Fresh or cryopreserved aortic or pulmonic homografts are more versatile, provide good functional results, are technically easy to use, and have a low incidence of calcification. Due to the shortage of homograft material, both the aorta and pulmonary arteries should be harvested from donor hearts. The advantage of the pulmonary homograft is that it is thin-walled and supple, thereby allowing a technically simple distal anastomosis to the recipient pulmonary artery and minimizing distal suture line bleeding. The proximal portion of the pulmonary homograft, however, lacks tough fibrous tissue at the base of the valve; therefore donor outflow tract muscle tissue must be incorporated into this portion of the homograft. Muscle tissue does not cryopreserve well and, when thawed, sutures tend to tear through the friable muscle, with the potential for false aneurysm development at the proximal suture line. Aortic homografts, on the other hand, have a substantial fibrous ring at the base of the valve and have the added advantage of the attachment of the anterior leaflet of the mitral valve to the non-coronary annulus of the aortic valve. Positioning the aortic homograft allows for the insertion of a transannular patch, using the anterior leaflet of the mitral valve as the patch. The disadvantage of the aortic homograft is that the distal anastomosis is somewhat more difficult to construct due to the thicker aortic wall.
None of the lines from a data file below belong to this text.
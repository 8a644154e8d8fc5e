package propagation

import (
	"math"

	"slantwise/orbit/unit"
)

// Contributions are the attenuations that occur together on a path at one percentage.
type Contributions struct{ Gas, Cloud, Rain, Scintillation unit.DB }

// Sum returns the plain sum of the four.
func (c Contributions) Sum() unit.DB { return c.Gas + c.Cloud + c.Rain + c.Scintillation }

// combined combines contributions in dB that were taken at the percentages of
// combinationPercent: gas, and the root of the squares of rain with cloud and of
// scintillation. Source: Rec. ITU-R P.618-14 §2.5, equations (65) and (66).
func combined(gas, cloud, rain, scintillationSquared float64) float64 {
	w := rain + cloud
	return gas + math.Sqrt(w*w+scintillationSquared)
}

// combinationPercent returns the percentage at which gas and cloud enter the total
// of percentage p: not under 5 %, P.618-14 equations (67) and (68), or not under 1 %
// in P.618-13. Rain enters at p up to 5 % and not at all above.
func combinationPercent(pPct float64, edition int) float64 {
	if edition == 13 {
		return math.Max(pPct, 1)
	}
	return math.Max(pPct, 5)
}
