package propagation

import (
	"fmt"
	"math"

	"slantwise/orbit/unit"
)

// BlockedRayError says that a ray meets the ground before it reaches the station.
type BlockedRayError struct {
	Kind      string     // "apparent" or "geometric"
	Elevation unit.Angle // of the ray at the station
	Least     unit.Angle // from which a ray still arrives, in the same kind
}

// Error names the elevation, the least one that is free, and what to do.
func (e *BlockedRayError) Error() string {
	return fmt.Sprintf("%s elevation: %.4f deg is under the horizon: a ray arrives from %.4f deg up at this height; raise the elevation",
		e.Kind, e.Elevation.Degrees(), e.Least.Degrees())
}

// GasAttenuation returns the attenuation of gases in the layers above the station,
// along the bent ray that arrives at an apparent elevation, down to the horizon
// and below it where the ray passes above sea level; a *BlockedRayError where it
// does not. Source: Rec. ITU-R P.676-13 Annex 1 §2.2.1 and §2.2.2.
func (l *Layers) GasAttenuation(f unit.Frequency, apparent unit.Angle) (unit.DB, []Note, error) {
	var n notes
	fGHz, el := f.Gigahertz(), apparent.Degrees()
	err := firstError(checkGasFrequency(fGHz, &n), within("apparent elevation", el, "deg", -90, 90, ""))
	if err != nil {
		return 0, nil, err
	}
	if el >= 0 {
		return unit.DB(l.attenuation(l.absorption(fGHz), el)), n, nil
	}
	a, err := l.grazing(fGHz, el)
	return unit.DB(a), n, err
}

// grazing returns the attenuation of a ray that comes from below the horizontal:
// from its lowest point up to the station and out into space.
func (l *Layers) grazing(fGHz, apparentDeg float64) (float64, error) {
	below, err := l.belowHorizontal(apparentDeg)
	if err != nil {
		return 0, err
	}
	g := below.absorption(fGHz)
	a, _ := below.belowTo(g, l.baseKm)
	return below.attenuation(g, 0) + a, nil
}

// belowHorizontal returns the layers above the lowest point of a ray that arrives from
// under the horizontal.
func (l *Layers) belowHorizontal(apparentDeg float64) (*Layers, error) {
	lowest, err := l.lowestPoint(apparentDeg)
	if err != nil {
		return nil, err
	}
	return newLayers(l.atmosphere, lowest, 0.01)
}

// leastApparentDeg returns the apparent elevation of the sea's edge, 0 for a station
// at or under sea level.
func (l *Layers) leastApparentDeg() float64 {
	return -degrees(math.Acos(math.Min(1, l.nr(math.Min(0, l.baseKm))/l.nr(l.baseKm))))
}

// lowestPoint returns the height at which a ray that arrives from under the
// horizontal runs level: n r there is n r cos(elevation) at the station, P.676-13
// Annex 1 §2.2.2.
func (l *Layers) lowestPoint(apparentDeg float64) (float64, error) {
	k := l.nr(l.baseKm) * math.Cos(radians(apparentDeg))
	low, high := math.Min(0, l.baseKm), l.baseKm
	if l.nr(low) > k || low == high {
		return 0, &BlockedRayError{"apparent", unit.Angle(apparentDeg) * unit.Degree, unit.Angle(l.leastApparentDeg()) * unit.Degree}
	}
	for range 60 {
		mid := (low + high) / 2
		if l.nr(mid) > k {
			high = mid
		} else {
			low = mid
		}
	}
	return (low + high) / 2, nil
}

// nr returns the refractive index times the radius at a height in km.
func (l *Layers) nr(hKm float64) float64 {
	s := l.atmosphere.at(hKm)
	return (1 + 1e-6*refractivity(s.dry(), vapourPressure(s.rho, s.tK), s.tK)) * (earthRadiusKm + hKm)
}

// Geometric returns the geometric elevation of a satellite far away which appears
// at an apparent elevation of 0° to 90°.
func (l *Layers) Geometric(apparent unit.Angle) (unit.Angle, error) {
	if err := within("apparent elevation", apparent.Degrees(), "deg", 0, 90, ""); err != nil {
		return 0, err
	}
	return unit.Angle(l.geometricDeg(apparent.Degrees(), math.Inf(1))) * unit.Degree, nil
}

// Apparent returns the elevation at which a satellite far away appears, from its
// geometric elevation: from the one that appears on the horizon up to 90°. Lower
// ones fail with a *BlockedRayError.
func (l *Layers) Apparent(geometric unit.Angle) (unit.Angle, error) {
	if err := within("geometric elevation", geometric.Degrees(), "deg", -90, 90, ""); err != nil {
		return 0, err
	}
	deg, err := l.apparentDeg(geometric.Degrees(), math.Inf(1))
	return unit.Angle(deg) * unit.Degree, err
}

// roundOffDeg is what conversions between radians and degrees may do to an elevation.
const roundOffDeg = 1e-9

// apparentDeg inverts geometricDeg, which rises with the elevation, by the secant
// method held inside a bracket.
func (l *Layers) apparentDeg(geometricDeg, satelliteRadiusKm float64) (float64, error) {
	horizon := l.geometricDeg(0, satelliteRadiusKm)
	if geometricDeg < horizon-roundOffDeg {
		return 0, &BlockedRayError{"geometric", unit.Angle(geometricDeg) * unit.Degree, unit.Angle(horizon) * unit.Degree}
	}
	low, high := 0.0, 90.0
	guess := math.Max(low, math.Min(high, apparentElevation(math.Max(geometricDeg, -0.5), math.Max(0, l.baseKm))))
	for range 60 {
		diff := l.geometricDeg(guess, satelliteRadiusKm) - geometricDeg
		if math.Abs(diff) < 1e-11 {
			break
		}
		if diff > 0 {
			high = guess
		} else {
			low = guess
		}
		// The slope is 1 to about 1.6: a step of the difference itself converges.
		if guess -= diff; guess <= low || guess >= high {
			guess = (low + high) / 2
		}
		if high-low < 1e-12 {
			break
		}
	}
	return guess, nil
}
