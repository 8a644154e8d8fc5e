package propagation

import (
	"math"
	"sort"

	"slantwise/orbit/unit"
)

// Sample is what a path takes at one elevation.
type Sample struct {
	Contributions         // gas and cloud at the percentage that P.618's rule takes
	Combination   unit.DB // what the rule takes off their sum, 0 or greater
	Total         unit.DB // Sum less Combination
	ClearGas      unit.DB // gas of the ordinary air, which a clear sky has
}

// Path holds everything that a site's air does at one frequency and percentage,
// prepared in tables over the elevation. At lies within 1e-4 dB of Direct in every
// part (1e-6 of an attenuation above 100 dB). Immutable, safe for use by many
// goroutines; At and Sky do not allocate.
type Path struct {
	spec     PathSpec
	model    *pathModel
	segments []segment
	medium   float64 // K, mean radiating temperature
	behind   float64 // K, background
}

// NewPath prepares a path. It fails where the spec is out of range, and where a curve
// by percentage of the climate does not reach the percentage sought; what the climate
// leaves out altogether stands in Notes.
func NewPath(s PathSpec) (*Path, error) {
	m, err := newPathModel(s)
	if err != nil {
		return nil, err
	}
	p, err := newPathOf(s, m)
	if err != nil {
		return nil, err
	}
	if !s.ClearSky {
		m.notes.add(Assumption, "attenuation exceeded for %s %% of an average year at each elevation: a curve of equal probability, not a storm", number(m.pPct))
	}
	b := m.breaks()
	for i := 1; i < len(b); i++ {
		p.segments = append(p.segments, newSegment(m, b[i-1], b[i]))
	}
	if m.horizon() < 0 {
		m.notes.add(Assumption, "between the lowest geometric elevation of a ray, %.2f deg, and 0 deg rain, cloud and scintillation are those of 0 deg", m.horizon())
	}
	return p, nil
}

// newPathOf returns a path without its tables.
func newPathOf(s PathSpec, m *pathModel) (*Path, error) {
	surface := m.clearGas.layers.atmosphere.at(s.Climate.Height.Kilometres()).tK
	medium, err := MeanRadiatingTemperature(unit.Temperature(surface))
	if err != nil {
		return nil, err
	}
	behind, err := galaxyAndCosmos(s.Frequency)
	return &Path{spec: s, model: m, medium: medium.Kelvins(), behind: behind}, err
}

// Notes tells what the path assumes, took by default, misses or has beyond a stated
// range.
func (p *Path) Notes() []Note { return append([]Note(nil), p.model.notes...) }

// Lowest returns the lowest geometric elevation that the path has values for: the one
// that appears at 0°, or at the sea's edge with BelowHorizontal.
func (p *Path) Lowest() unit.Angle { return unit.Angle(p.model.horizon()) * unit.Degree }

// At returns what the path takes at a geometric elevation from Lowest to 90°.
func (p *Path) At(elevation unit.Angle) (Sample, error) {
	v, err := p.table(elevation)
	if err != nil {
		return Sample{}, err
	}
	return sample(&v), nil
}

// Direct returns the same without tables, the ray traced and every formula evaluated.
func (p *Path) Direct(elevation unit.Angle) (Sample, error) {
	if err := p.check(elevation.Degrees()); err != nil {
		return Sample{}, err
	}
	v, err := p.model.direct(math.Min(90, elevation.Degrees()))
	if err != nil {
		return Sample{}, err
	}
	return sample(&v), nil
}

// Sky is the brightness of the sky in the direction of the spacecraft.
type Sky struct {
	Weather unit.Temperature // through gas, cloud and rain at the path's percentage
	Clear   unit.Temperature // through the gas of the ordinary air
}

// Increase returns how much the weather adds to a clear sky.
func (s Sky) Increase() unit.Temperature { return s.Weather - s.Clear }

// Sky returns the brightness at a geometric elevation, by Rec. ITU-R P.618-14 §3 with
// the galaxy and the cosmic background of P.372-16 behind.
func (p *Path) Sky(elevation unit.Angle) (Sky, error) {
	v, err := p.table(elevation)
	if err != nil {
		return Sky{}, err
	}
	return p.sky(&v), nil
}

func (p *Path) sky(v *[columns]float64) Sky {
	return Sky{unit.Temperature(brightness(v[colGas]+v[colCloud]+v[colRain], p.medium, p.behind)),
		unit.Temperature(brightness(v[colClearGas], p.medium, p.behind))}
}

// CrossPolar returns the discrimination not exceeded for the path's percentage at an
// elevation, and warnings; see CrossPolarDiscrimination. It fails where there is no
// rain on the path.
func (p *Path) CrossPolar(elevation unit.Angle) (unit.DB, []Note, error) {
	v, err := p.table(elevation)
	if err != nil {
		return 0, nil, err
	}
	return CrossPolarDiscrimination(p.spec.Frequency, elevation, p.spec.Tilt, p.spec.Exceedance, unit.DB(v[colRain]))
}

func (p *Path) table(elevation unit.Angle) (v [columns]float64, err error) {
	el := elevation.Degrees()
	if err := p.check(el); err != nil {
		return v, err
	}
	el = math.Max(p.model.horizon(), math.Min(90, el))
	for i := range p.segments {
		if s := &p.segments[i]; el < s.high || i == len(p.segments)-1 {
			s.at(el, &v)
			break
		}
	}
	return v, nil
}

// check allows for the roundings of a conversion at both ends.
func (p *Path) check(elDeg float64) error {
	if low := p.model.horizon(); !(elDeg >= low-roundOffDeg) {
		if err := within("elevation", elDeg, "deg", -90, 90, ""); err != nil {
			return err
		}
		return &BlockedRayError{"geometric", unit.Angle(elDeg) * unit.Degree, p.Lowest()}
	}
	if elDeg <= 90+roundOffDeg {
		return nil
	}
	return within("elevation", elDeg, "deg", p.model.horizon(), 90, "")
}

func sample(v *[columns]float64) Sample {
	s := Sample{Contributions: Contributions{unit.DB(v[colGas]), unit.DB(v[colCloud]), unit.DB(v[colRain]), unit.DB(math.Sqrt(v[colScintillation]))},
		ClearGas: unit.DB(v[colClearGas])}
	s.Total = unit.DB(combined(v[colGas], v[colCloud], v[colRain], v[colScintillation]))
	s.Combination = s.Sum() - s.Total
	return s
}

// sortedUnique sorts and drops what lies within 1e-9 of the one before.
func sortedUnique(v []float64) []float64 {
	sort.Float64s(v)
	kept := v[:1]
	for _, x := range v[1:] {
		if x-kept[len(kept)-1] > 1e-9 {
			kept = append(kept, x)
		}
	}
	return kept
}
The general method of insertion is shown in Fig. 13 1818. At the present time, the greatest disadvantage of the aortic and pulmonary homografts is their limited availability and their tendency to become very thin-walled and densely adherent to surrounding tissues, which increases operative mortality during reoperation due to haemorrhage.

 

Single cusp angioplasty attempts to create some degree of pulmonary competence when the pulmonary annulus has been divided. One approach is to insert a transannular patch consisting of an aortic homograft with one cusp preserved or bovine or porcine pericardial patches with a monocusp. A second approach is to fold the inferior margin of the incised native pulmonary artery into the outflow tract and then reconstruct the pulmonary artery with pericardium. The portion of pulmonary artery wall in the lumen acts as a valve cusp. Both procedures seem to help in the postoperative period by decreasing pulmonic regurgitation, but their long-term results remain to be evaluated.